**Aim of the exercise**
Read the records beneath this task and copy every line that contains the string "getInvitationByTokenHash".

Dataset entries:

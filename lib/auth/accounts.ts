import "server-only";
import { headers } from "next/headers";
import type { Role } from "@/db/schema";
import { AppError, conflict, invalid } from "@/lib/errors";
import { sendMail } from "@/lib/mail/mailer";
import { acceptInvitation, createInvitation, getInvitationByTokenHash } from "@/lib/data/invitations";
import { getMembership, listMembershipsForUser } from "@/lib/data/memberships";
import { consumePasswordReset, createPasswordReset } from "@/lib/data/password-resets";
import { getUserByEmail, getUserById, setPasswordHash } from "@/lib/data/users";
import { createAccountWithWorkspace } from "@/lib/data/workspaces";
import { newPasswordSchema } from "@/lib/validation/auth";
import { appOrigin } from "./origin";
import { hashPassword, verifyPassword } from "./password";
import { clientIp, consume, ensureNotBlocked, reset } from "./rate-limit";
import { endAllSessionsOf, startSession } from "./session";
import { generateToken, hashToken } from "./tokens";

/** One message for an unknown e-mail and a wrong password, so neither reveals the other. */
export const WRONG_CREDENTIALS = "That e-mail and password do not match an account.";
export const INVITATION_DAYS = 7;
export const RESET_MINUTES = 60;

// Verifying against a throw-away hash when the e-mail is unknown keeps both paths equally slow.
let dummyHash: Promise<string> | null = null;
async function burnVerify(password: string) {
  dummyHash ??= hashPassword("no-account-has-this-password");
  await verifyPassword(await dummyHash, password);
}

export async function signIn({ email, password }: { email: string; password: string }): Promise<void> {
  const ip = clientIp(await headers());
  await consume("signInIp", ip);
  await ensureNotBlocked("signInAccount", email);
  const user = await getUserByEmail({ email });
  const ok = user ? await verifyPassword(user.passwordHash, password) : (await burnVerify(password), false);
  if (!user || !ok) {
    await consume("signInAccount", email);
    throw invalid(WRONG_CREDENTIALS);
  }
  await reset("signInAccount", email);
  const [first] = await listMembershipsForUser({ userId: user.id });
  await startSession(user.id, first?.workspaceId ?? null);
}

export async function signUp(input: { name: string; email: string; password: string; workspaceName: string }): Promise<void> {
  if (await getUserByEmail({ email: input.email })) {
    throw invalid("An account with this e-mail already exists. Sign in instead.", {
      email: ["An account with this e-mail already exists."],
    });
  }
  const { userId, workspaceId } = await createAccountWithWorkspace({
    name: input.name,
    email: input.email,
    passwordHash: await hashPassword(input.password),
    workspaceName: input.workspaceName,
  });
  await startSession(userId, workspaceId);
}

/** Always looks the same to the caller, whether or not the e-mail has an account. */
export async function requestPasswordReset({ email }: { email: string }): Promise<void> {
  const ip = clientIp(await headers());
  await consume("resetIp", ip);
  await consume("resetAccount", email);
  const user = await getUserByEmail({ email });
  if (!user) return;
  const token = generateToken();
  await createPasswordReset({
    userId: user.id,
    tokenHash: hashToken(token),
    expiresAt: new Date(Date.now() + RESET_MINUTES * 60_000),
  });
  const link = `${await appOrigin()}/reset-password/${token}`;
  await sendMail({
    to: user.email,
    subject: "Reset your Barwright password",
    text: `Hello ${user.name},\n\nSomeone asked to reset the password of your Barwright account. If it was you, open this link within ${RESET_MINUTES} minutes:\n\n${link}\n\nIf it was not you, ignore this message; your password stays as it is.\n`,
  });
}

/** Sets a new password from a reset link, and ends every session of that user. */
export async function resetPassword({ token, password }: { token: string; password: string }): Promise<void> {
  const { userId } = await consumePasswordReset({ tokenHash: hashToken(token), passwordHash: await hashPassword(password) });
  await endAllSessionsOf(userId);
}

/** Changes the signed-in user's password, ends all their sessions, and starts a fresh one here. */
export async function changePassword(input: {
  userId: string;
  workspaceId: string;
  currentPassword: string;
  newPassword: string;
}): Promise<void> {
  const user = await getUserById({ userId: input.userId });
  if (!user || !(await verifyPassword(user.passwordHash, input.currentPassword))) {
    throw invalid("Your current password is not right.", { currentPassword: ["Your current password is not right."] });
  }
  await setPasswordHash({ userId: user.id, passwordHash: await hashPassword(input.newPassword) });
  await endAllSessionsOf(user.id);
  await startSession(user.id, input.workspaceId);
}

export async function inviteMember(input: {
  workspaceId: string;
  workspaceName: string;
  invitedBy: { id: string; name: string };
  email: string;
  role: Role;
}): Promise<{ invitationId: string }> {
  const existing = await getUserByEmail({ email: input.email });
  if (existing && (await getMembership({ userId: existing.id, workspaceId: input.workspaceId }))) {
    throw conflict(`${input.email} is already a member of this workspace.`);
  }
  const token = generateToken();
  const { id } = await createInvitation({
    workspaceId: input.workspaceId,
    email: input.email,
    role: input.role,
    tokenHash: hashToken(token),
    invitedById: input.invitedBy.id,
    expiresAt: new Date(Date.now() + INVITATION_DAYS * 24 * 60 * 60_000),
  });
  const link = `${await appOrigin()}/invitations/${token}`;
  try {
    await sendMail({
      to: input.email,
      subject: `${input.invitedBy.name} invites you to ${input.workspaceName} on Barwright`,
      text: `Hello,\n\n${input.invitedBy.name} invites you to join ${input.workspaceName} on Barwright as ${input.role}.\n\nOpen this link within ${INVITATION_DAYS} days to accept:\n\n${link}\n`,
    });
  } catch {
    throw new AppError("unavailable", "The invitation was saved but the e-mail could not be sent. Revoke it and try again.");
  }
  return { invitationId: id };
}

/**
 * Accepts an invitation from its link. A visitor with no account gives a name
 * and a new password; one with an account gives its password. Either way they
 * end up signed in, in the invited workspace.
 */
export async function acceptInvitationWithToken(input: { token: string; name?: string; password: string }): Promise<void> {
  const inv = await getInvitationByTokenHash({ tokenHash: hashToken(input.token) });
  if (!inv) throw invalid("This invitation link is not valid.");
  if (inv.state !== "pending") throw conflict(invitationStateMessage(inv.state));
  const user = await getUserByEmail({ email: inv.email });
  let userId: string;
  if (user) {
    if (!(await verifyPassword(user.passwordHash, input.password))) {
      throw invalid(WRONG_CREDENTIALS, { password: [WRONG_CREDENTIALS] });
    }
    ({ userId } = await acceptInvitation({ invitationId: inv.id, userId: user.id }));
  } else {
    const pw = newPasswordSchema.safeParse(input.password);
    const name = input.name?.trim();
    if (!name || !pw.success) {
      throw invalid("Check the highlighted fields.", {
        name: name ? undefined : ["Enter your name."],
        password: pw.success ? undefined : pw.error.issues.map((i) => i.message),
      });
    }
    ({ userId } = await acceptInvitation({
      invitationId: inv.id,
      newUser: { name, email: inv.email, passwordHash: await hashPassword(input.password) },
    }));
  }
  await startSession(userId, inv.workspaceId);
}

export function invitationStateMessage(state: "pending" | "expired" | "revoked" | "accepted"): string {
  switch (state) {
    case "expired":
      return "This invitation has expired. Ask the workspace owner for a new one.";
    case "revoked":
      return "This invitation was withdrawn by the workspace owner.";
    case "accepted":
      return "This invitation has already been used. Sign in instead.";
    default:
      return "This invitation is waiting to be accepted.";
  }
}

**Worked solution**
import { acceptInvitation, createInvitation, getInvitationByTokenHash } from "@/lib/data/invitations";
  const inv = await getInvitationByTokenHash({ tokenHash: hashToken(input.token) });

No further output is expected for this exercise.